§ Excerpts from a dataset
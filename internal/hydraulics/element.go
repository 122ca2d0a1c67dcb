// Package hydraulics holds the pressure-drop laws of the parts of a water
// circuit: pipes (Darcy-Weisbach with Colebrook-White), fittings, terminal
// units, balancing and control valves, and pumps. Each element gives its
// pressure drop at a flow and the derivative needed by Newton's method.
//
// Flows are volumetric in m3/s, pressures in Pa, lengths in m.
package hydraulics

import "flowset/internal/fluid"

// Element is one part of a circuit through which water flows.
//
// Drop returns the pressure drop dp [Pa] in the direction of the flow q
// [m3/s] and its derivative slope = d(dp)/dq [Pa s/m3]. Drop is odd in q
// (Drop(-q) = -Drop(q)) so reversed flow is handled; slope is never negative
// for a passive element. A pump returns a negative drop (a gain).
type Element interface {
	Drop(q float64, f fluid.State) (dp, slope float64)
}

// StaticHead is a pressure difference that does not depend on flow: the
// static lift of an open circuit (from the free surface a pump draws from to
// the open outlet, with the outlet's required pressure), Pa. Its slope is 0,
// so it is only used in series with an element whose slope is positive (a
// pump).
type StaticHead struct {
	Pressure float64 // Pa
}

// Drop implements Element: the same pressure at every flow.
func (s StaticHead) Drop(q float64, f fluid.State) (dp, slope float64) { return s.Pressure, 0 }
---
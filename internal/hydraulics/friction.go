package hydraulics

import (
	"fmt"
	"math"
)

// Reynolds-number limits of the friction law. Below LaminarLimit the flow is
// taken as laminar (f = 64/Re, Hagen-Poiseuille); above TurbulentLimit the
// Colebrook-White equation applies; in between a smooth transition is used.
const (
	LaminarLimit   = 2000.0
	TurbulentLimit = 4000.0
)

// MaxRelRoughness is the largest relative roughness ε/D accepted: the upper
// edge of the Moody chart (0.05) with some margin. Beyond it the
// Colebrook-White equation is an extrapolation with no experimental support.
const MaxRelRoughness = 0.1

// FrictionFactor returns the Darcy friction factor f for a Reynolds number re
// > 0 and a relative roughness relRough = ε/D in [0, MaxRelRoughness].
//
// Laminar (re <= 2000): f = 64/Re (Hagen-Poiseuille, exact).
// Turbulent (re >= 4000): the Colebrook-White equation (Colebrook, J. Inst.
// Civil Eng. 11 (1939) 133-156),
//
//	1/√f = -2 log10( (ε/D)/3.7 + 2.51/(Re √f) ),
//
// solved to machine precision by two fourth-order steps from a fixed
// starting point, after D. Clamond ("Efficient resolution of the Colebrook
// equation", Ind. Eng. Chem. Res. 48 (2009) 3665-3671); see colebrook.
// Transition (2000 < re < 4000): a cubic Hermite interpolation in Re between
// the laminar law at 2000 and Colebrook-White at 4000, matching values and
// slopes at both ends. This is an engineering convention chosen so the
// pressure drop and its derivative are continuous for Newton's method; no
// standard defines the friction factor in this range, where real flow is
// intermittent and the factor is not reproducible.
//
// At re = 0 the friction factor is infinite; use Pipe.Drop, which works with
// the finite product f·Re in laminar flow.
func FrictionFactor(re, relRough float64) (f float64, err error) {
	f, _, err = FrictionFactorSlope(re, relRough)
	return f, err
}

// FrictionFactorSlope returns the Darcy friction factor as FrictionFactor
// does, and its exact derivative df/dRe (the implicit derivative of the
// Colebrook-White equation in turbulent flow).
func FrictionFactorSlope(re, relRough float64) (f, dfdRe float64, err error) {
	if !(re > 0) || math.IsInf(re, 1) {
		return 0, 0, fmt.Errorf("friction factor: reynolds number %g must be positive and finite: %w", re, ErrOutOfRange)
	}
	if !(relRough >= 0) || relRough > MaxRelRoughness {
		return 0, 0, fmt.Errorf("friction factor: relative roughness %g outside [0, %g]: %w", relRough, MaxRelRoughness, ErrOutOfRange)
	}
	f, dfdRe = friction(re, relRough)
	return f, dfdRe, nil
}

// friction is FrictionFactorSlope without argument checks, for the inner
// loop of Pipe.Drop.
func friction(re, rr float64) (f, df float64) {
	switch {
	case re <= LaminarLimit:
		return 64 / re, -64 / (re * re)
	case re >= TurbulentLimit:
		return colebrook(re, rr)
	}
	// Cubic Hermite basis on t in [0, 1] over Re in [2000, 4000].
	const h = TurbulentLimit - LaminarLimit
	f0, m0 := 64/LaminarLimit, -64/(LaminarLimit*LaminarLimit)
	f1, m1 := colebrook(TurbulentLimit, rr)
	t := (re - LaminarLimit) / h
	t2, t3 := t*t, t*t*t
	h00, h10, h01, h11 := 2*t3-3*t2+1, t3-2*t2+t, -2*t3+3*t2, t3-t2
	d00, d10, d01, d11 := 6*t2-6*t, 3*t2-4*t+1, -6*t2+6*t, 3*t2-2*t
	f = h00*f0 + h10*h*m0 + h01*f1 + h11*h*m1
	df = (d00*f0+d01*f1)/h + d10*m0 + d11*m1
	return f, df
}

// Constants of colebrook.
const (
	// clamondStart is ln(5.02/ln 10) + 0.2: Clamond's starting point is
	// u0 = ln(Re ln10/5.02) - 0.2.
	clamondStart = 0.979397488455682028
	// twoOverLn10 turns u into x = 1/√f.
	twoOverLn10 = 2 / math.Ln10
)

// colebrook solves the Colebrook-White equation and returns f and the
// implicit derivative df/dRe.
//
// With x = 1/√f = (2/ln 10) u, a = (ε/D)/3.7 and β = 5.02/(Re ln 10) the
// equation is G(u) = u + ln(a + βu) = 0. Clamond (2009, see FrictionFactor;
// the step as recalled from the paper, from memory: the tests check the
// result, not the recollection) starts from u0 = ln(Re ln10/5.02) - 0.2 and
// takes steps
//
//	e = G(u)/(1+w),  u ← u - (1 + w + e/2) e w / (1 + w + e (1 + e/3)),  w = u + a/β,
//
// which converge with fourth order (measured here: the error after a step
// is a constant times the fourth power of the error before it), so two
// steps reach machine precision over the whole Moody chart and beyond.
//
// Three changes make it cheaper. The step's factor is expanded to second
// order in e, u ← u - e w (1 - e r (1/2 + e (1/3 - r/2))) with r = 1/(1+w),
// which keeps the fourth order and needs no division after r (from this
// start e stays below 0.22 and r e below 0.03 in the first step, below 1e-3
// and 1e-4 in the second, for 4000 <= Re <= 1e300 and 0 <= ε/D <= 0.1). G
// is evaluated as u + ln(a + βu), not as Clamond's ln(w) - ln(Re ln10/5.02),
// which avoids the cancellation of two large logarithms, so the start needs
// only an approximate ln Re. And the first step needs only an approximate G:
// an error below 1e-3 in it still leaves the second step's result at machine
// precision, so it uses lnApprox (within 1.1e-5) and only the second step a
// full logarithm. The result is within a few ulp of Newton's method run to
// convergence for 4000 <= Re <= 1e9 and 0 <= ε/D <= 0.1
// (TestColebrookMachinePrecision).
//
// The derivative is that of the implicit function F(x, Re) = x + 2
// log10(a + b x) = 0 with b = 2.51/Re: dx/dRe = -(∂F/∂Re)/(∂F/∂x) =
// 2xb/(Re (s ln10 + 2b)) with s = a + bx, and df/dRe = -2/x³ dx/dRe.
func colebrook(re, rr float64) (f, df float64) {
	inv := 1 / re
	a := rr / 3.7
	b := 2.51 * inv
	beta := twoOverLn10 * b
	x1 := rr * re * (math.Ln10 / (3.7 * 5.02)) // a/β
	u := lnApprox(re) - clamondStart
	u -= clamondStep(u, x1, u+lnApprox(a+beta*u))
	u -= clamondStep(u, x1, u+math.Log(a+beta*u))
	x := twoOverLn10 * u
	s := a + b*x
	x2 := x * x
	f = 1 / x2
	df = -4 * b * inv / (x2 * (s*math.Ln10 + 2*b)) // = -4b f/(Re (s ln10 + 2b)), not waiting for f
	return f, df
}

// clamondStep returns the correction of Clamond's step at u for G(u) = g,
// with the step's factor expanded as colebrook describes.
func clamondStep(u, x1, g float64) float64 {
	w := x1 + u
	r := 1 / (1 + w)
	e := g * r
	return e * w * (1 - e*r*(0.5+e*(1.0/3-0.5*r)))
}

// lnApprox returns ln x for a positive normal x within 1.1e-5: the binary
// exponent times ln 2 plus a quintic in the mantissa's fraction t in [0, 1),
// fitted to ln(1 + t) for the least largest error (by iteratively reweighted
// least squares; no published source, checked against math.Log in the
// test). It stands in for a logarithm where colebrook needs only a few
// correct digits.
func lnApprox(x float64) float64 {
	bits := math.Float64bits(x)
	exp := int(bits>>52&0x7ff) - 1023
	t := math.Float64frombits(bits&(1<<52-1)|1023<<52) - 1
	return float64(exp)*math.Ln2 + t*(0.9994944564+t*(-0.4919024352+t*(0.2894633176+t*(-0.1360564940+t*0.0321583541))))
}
...
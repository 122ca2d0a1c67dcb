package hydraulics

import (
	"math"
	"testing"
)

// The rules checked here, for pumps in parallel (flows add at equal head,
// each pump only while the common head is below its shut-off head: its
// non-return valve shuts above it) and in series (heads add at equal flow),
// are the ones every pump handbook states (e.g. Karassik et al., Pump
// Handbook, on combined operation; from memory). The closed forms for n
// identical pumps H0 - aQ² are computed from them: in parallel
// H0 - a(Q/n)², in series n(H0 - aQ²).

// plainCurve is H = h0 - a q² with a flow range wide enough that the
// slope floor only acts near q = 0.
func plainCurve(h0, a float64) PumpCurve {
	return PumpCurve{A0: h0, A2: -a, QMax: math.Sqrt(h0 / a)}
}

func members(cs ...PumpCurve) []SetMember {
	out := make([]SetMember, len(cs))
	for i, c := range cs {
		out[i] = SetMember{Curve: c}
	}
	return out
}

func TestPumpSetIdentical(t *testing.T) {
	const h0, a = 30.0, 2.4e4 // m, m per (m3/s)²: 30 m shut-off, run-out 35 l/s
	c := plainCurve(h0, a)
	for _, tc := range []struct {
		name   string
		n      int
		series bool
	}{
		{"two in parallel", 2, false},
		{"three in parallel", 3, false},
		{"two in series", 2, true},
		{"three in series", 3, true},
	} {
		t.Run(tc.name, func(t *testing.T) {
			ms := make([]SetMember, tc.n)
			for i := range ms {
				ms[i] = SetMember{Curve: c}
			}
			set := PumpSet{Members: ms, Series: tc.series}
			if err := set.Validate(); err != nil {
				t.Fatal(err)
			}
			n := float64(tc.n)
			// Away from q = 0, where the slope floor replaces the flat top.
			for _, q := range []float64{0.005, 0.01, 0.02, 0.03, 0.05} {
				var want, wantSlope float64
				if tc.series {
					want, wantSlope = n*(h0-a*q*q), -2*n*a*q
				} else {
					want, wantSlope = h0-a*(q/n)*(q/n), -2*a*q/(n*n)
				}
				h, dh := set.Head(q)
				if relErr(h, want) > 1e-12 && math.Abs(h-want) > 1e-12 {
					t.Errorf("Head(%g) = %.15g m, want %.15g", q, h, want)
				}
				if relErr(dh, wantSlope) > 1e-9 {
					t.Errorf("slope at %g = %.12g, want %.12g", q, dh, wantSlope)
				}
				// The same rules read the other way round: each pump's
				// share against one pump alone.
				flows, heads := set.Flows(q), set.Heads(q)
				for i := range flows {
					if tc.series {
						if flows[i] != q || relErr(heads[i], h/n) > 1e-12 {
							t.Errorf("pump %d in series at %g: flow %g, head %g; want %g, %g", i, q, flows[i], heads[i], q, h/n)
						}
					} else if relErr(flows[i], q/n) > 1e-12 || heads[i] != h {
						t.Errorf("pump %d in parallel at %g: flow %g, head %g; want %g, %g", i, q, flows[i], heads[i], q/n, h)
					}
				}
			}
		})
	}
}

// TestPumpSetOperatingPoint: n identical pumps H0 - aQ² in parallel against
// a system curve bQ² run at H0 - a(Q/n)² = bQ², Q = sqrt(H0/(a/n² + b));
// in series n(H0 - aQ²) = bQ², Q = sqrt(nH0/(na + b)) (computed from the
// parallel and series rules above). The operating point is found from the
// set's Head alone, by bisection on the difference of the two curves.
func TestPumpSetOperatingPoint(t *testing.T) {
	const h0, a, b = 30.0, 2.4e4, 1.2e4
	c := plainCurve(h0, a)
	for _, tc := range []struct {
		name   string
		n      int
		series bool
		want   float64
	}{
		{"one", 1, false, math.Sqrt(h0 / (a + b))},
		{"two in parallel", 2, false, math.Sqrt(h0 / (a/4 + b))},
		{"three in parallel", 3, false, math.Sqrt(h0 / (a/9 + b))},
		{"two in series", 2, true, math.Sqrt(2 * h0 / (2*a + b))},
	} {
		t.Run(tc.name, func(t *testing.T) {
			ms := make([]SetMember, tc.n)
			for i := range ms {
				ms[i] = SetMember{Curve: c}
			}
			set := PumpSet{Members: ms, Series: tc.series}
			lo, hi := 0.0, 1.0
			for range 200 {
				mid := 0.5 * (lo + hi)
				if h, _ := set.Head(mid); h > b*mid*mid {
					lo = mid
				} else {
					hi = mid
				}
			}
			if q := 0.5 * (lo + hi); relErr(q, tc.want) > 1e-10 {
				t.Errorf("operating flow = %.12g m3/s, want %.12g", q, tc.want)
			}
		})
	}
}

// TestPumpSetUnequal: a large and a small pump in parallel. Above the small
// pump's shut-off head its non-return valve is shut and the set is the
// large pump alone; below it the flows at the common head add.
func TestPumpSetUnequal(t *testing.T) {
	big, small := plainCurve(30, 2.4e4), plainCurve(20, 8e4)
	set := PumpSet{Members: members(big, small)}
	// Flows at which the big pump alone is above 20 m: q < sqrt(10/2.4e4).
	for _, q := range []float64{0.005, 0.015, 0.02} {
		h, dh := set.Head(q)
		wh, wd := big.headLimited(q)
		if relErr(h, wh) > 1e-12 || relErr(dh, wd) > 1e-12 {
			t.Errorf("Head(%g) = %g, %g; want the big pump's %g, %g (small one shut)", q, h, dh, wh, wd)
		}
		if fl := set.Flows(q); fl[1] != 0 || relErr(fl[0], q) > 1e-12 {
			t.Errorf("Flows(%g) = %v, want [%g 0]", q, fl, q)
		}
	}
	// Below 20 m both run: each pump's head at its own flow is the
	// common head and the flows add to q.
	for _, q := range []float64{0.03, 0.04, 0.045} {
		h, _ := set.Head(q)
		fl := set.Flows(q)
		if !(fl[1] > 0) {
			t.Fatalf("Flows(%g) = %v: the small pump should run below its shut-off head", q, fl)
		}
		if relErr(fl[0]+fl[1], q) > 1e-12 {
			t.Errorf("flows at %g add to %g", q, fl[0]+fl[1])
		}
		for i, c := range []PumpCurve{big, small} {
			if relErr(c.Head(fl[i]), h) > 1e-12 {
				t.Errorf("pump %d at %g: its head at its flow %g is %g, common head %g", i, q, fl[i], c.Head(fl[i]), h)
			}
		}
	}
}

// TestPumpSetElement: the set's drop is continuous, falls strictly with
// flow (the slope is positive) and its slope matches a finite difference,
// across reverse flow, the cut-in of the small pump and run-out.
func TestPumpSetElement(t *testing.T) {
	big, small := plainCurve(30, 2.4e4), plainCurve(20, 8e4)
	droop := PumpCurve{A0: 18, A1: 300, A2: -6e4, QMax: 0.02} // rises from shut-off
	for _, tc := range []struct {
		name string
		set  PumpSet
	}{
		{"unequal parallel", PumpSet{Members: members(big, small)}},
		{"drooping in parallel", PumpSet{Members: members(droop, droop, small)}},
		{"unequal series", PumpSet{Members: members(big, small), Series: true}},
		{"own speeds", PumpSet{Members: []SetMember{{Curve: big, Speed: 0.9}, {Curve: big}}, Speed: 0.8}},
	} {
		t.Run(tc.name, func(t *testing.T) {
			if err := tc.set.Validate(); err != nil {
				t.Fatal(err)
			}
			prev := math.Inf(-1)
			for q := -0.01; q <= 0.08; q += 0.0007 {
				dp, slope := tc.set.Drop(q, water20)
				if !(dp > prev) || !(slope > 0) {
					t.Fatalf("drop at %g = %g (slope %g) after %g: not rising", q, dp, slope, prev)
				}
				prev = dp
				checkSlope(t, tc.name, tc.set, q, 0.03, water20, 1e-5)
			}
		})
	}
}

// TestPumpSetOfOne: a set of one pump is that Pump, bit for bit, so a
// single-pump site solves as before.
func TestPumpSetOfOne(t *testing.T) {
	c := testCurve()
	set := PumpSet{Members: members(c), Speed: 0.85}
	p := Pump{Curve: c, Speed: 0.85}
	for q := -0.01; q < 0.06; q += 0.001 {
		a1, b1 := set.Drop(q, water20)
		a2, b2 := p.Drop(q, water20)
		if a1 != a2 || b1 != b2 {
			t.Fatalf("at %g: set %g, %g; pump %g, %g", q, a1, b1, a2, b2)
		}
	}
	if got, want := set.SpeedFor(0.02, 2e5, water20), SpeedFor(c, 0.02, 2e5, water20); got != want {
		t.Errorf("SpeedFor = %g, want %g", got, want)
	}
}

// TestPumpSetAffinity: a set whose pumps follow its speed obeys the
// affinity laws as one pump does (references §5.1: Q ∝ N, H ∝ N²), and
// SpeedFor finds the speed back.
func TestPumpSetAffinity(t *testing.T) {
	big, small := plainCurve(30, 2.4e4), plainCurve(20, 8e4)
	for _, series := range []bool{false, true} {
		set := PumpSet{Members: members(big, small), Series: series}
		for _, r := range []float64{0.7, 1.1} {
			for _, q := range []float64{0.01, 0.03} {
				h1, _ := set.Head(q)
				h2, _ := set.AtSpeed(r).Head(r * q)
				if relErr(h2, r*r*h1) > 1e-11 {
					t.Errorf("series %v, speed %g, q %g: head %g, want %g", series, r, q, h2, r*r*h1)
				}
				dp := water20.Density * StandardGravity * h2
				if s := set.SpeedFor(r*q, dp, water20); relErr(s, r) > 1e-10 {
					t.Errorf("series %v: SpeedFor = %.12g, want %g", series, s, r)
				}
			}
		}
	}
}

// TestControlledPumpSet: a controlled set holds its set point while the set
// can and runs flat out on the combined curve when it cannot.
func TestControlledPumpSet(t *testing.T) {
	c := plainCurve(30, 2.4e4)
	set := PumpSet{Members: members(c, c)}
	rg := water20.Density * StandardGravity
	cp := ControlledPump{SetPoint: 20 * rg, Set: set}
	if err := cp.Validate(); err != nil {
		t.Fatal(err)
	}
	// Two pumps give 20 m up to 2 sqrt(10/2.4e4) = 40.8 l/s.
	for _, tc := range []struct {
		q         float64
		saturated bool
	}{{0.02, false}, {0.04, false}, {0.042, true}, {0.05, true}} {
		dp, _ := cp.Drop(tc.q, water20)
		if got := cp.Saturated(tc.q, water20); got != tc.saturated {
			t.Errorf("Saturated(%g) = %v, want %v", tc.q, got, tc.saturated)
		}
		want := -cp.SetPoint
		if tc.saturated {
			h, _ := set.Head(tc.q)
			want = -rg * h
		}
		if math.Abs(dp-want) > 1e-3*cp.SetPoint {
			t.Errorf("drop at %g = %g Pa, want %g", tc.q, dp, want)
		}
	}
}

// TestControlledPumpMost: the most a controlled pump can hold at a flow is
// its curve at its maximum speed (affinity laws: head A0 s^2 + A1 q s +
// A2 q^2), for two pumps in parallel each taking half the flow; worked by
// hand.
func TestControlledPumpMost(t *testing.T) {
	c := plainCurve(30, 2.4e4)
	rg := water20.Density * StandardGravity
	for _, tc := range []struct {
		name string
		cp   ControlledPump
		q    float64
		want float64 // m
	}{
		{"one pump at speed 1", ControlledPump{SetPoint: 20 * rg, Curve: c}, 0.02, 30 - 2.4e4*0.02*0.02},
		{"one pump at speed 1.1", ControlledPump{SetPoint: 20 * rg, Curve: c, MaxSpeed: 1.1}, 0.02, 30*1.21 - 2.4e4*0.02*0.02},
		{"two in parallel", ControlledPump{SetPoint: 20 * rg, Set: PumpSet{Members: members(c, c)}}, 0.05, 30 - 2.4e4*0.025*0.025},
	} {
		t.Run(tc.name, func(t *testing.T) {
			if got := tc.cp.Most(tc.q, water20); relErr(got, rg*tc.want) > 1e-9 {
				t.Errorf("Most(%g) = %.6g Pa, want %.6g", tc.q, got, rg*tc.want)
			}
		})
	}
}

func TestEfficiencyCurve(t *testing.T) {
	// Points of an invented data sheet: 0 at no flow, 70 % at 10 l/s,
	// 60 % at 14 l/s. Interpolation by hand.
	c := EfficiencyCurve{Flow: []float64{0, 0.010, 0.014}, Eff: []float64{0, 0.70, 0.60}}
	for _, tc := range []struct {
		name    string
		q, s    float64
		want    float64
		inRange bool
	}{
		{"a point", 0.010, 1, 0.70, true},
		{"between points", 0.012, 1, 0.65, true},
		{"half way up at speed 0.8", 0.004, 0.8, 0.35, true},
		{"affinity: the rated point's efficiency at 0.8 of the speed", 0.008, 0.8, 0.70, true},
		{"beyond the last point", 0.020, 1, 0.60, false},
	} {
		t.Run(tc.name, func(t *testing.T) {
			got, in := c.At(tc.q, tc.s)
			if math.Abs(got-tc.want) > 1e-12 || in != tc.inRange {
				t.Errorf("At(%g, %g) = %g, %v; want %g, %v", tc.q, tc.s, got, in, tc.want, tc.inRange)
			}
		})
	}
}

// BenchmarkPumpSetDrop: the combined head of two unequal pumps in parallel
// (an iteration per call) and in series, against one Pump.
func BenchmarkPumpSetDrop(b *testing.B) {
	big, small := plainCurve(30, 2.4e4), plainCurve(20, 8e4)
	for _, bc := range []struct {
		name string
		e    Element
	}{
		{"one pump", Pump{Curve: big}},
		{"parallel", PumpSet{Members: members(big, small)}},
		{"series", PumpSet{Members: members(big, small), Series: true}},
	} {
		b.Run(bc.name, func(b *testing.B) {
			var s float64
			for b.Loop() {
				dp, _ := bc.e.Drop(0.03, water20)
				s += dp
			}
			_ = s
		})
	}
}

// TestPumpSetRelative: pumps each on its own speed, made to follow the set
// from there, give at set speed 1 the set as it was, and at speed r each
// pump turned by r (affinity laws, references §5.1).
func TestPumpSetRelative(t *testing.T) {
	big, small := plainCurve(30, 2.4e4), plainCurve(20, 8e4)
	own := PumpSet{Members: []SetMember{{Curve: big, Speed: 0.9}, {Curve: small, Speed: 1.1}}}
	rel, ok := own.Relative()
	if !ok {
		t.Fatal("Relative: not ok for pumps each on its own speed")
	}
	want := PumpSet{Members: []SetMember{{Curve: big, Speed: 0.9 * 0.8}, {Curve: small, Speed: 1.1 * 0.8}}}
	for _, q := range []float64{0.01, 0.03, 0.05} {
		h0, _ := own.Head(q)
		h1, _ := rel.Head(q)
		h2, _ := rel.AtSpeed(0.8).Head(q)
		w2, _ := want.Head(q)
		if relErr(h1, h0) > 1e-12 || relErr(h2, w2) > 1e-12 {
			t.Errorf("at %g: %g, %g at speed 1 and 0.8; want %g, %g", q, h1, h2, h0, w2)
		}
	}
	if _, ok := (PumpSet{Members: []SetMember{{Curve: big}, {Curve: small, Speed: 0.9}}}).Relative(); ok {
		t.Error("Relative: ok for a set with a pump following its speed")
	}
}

§ Work instructions
Check every line of the data for the word "beta". The response is the count alone.

§ Your response
3